Was looking at those Thermo tabs you's sell for fat loss. Body fat at the min is 14% wanna get this as low as possible...once at 10% I was thinking of introducing an ECA stack (you heard of these tabs?). Anyway are the Thermo tabs anywhere near as good?


----------



## marc (Jul 16, 2007)

to be honest when your starting out you can get away with training in T-shirts and shorts

for muay thai

proper muay thai shorts are better they dont restrict your movement so you can throw kicks and stuff, for board shorts (which are basically just long beach shorts) are good and a T-shirt you could use a rashguard if you wanted as there really tight fitting but comfotable, they stop your opponent grabbing hold of a baggy T-shirt, and retain sweat so your not dripping at the end of a session.

It depends what you want to get out of it if you want to be a fighter then train whenver you can as often as you can, if you just want to keep fit, 2-3 times a week (some people just do 1 bjj & 1 thai class just to stay fit)

But if your learning somehting new its always good to go a bit more often to begin with coz if your just going once a week by the time next week comes around you will have forgotten 90% of what you learned, best thing you can do is get a few private lessons in with the instructor as well as doin a few classes until you've got a good grasp of it.

I still train weights a few times a week, but just keep it lightish now usually 2 thai classes & 2 gym sessions per week, but will soon be doin a bit of bjj aswell

You'll find out soon enough what works best for you, like the other day i done shoulders in the gym and the next day went to muay thai, but my shoulders where killing me because i had to keep my hands up for 1 1/2 hours...i wont be doin that again


----------



## PeterJ (Sep 27, 2007)

NLG said:


> Yep, its Nate.
> 
> When (in a month or two) i start going to the local BJJ place and maybe also the local Muay thai place, what kind of gear and clothing would i need?
> 
> ...


When you first start you can go along in shorts and a tshirt if you like.
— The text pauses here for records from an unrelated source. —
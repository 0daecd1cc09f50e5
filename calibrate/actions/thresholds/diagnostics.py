"""How the threshold is chosen: figures that are straight or level where the generalised Pareto family holds.

Above a threshold from which it holds, the mean excess is linear in the threshold with slope shape/(1 - shape), and the
shape and the modified scale, scale - shape threshold, do not depend on the threshold.

References
----------
S. Coles, An Introduction to Statistical Modeling of Extreme Values, Springer 2001, sections 4.3.1 and 4.3.4; A. C.
Davison and R. L. Smith, J. R. Statist. Soc. B 52 (1990) 393-442 (both from memory).
"""

from __future__ import annotations

from dataclasses import dataclass

import numpy as np
from numpy.typing import ArrayLike, NDArray
from scipy import special

from calibrate.actions.maxima import checked_confidence
from calibrate.actions.thresholds.excesses import LEAST, fit_excesses
from calibrate.errors import InputError
from calibrate.fitting.fits import checked_values

Array = NDArray[np.float64]
Counts = NDArray[np.intp]

MOST = 50
"""Thresholds that are chosen where none are given."""

LEFT = 10
"""Exceedances that are left above the highest of them."""


@dataclass(frozen=True, slots=True, eq=False)
class MeanResidualLife:
    """Mean excess over thresholds.

    Attributes
    ----------
    thresholds, mean, lower, upper : array, shape (k,)
        Intervals by the normal distribution of the mean.
    count : array of int, shape (k,)
        Exceedances of each.
    """

    thresholds: Array
    mean: Array
    lower: Array
    upper: Array
    count: Counts


@dataclass(frozen=True, slots=True, eq=False)
class Stability:
    """Shape and modified scale of the excesses over thresholds.

    Attributes
    ----------
    thresholds : array, shape (k,)
    shape, modified_scale : array, shape (k,)
        NaN where the excesses could not be fitted, which ``reasons`` explains.
    shape_interval, modified_scale_interval : array, shape (2, k)
        From the observed information; NaN for a shape below -0.5.
    count : array of int, shape (k,)
        Exceedances of each.
    reasons : tuple of str, length k
        Empty where there is a fit.
    """

    thresholds: Array
    shape: Array
    modified_scale: Array
    shape_interval: Array
    modified_scale_interval: Array
    count: Counts
    reasons: tuple[str, ...]


def mean_residual_life(
    values: ArrayLike, thresholds: ArrayLike | None = None, confidence: float = 0.95
) -> MeanResidualLife:
    """Return the mean excess over thresholds with intervals.

    Parameters
    ----------
    values : array_like, shape (n,)
    thresholds : array_like, shape (k,), optional
        Each exceeded by at least two values. Default: up to 50, evenly spaced from the smallest value to that which
        leaves ten values above it.
    confidence : float
        Of the two-sided intervals.

    Raises
    ------
    InputError
        The values are no sample or too few, or a threshold is too high.
    """
    x, u = _prepared(values, thresholds, 2)
    ordered = np.sort(x)
    first = np.searchsorted(ordered, u, side="right")
    count = ordered.size - first
    # Sums of deviations from each threshold itself: differences of cumulated squares would cancel.
    excess = [ordered[i:] - t for i, t in zip(first, u, strict=True)]
    mean = np.array([float(np.mean(e)) for e in excess])
    half = _normal(confidence) * np.array([float(np.std(e, ddof=1)) for e in excess]) / np.sqrt(count)
    return MeanResidualLife(u, mean, mean - half, mean + half, count)


def stability(values: ArrayLike, thresholds: ArrayLike | None = None, confidence: float = 0.95) -> Stability:
    """Return shape and modified scale of generalised Pareto excesses over thresholds, with intervals.

    Parameters
    ----------
    values, thresholds, confidence
        As in `mean_residual_life`; each threshold is exceeded by at least three values.
    """
    x, u = _prepared(values, thresholds, LEAST)
    z = _normal(confidence)
    count = np.array([int(np.sum(x > t)) for t in u])
    estimates, half = np.full((2, u.size), np.nan), np.full((2, u.size), np.nan)
    reasons = []
    for i, t in enumerate(u):
        try:
            found = fit_excesses(x, float(t))
        except InputError as error:
            reasons.append(str(error))
            continue
        reasons.append("")
        turned = np.array([1.0, -t])
        estimates[:, i] = found.shape, found.scale - found.shape * t
        variances = found.covariance[1, 1], turned @ found.covariance @ turned
        half[:, i] = z * np.sqrt(variances)
    ends = np.array([estimates - half, estimates + half])
    return Stability(u, estimates[0], estimates[1], ends[:, 0], ends[:, 1], count, tuple(reasons))


def _prepared(values: ArrayLike, thresholds: ArrayLike | None, least: int) -> tuple[Array, Array]:
    x = checked_values(values)
    if thresholds is None:
        distinct = np.unique(x)
        left = x.size - np.searchsorted(np.sort(x), distinct, side="right")
        usable = distinct[left >= LEFT]
        if not usable.size:
            raise InputError(
                f"{x.size} values are too few to choose thresholds that leave {LEFT} above them."
            )
        return x, np.unique(np.linspace(usable[0], usable[-1], min(MOST, usable.size)))
    u = checked_values(thresholds)
    for t in u:
        over = int(np.sum(x > t))
        if over < least:
            raise InputError(
                f"{over} of {x.size} values exceed the threshold {t:g}; at least {least} are needed."
            )
    return x, u


def _normal(confidence: float) -> float:
    return float(special.ndtri(0.5 + 0.5 * checked_confidence(confidence)))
I wear training gear so my normal tshirts and stuff dont get wrecked. I like to wear heavy clothes (Hoodies) when cardio working to get my body temp up when cutting. High body temp - more cals burned....Most fighting gyms will provide pad gloves/sparring gloves and some pads....just take yourself...thats all I did when I started a few years back. Dont think much will have changed?

When you starting again?

Where you from Nate?

I'm starting Thai on a Thursday and BJJ on a Sat from next week. Cant wait. Be good to see how we both get on....I just gonna do two sessions a week 90min BJJ and 60min Thai...Check out my post in Diet and Nutrition for my training plan..

Peter


----------



## PeterJ (Sep 27, 2007)

marc said:


> to be honest when your starting out you can get away with training in T-shirts and shorts
> 
> for muay thai
> 
> ...


Beat me too it


----------



## marc (Jul 16, 2007)

ECA is good mate, i take ephedrine with a coffe in the morning does the same job, the reflex sida cordifolia is prety much an eca stack too, oh ive got twins thai gloves on my other ebay shop if you need any i'll post a link up in the classifieds section


----------



## marc (Jul 16, 2007)

PeterJ said:


> Beat me too it


I know yeh...super fast posting today, it makes a change im normally on here by myself in the afternoons...yay ive got a new friend to play with :laola:


----------



## PeterJ (Sep 27, 2007)

marc said:


> ECA is good mate, i take ephedrine with a coffe in the morning does the same job, the reflex sida cordifolia is prety much an eca stack too, oh ive got twins thai gloves on my other ebay shop if you need any i'll post a link up in the classifieds section


Post away my friend....I'll check it out tonight....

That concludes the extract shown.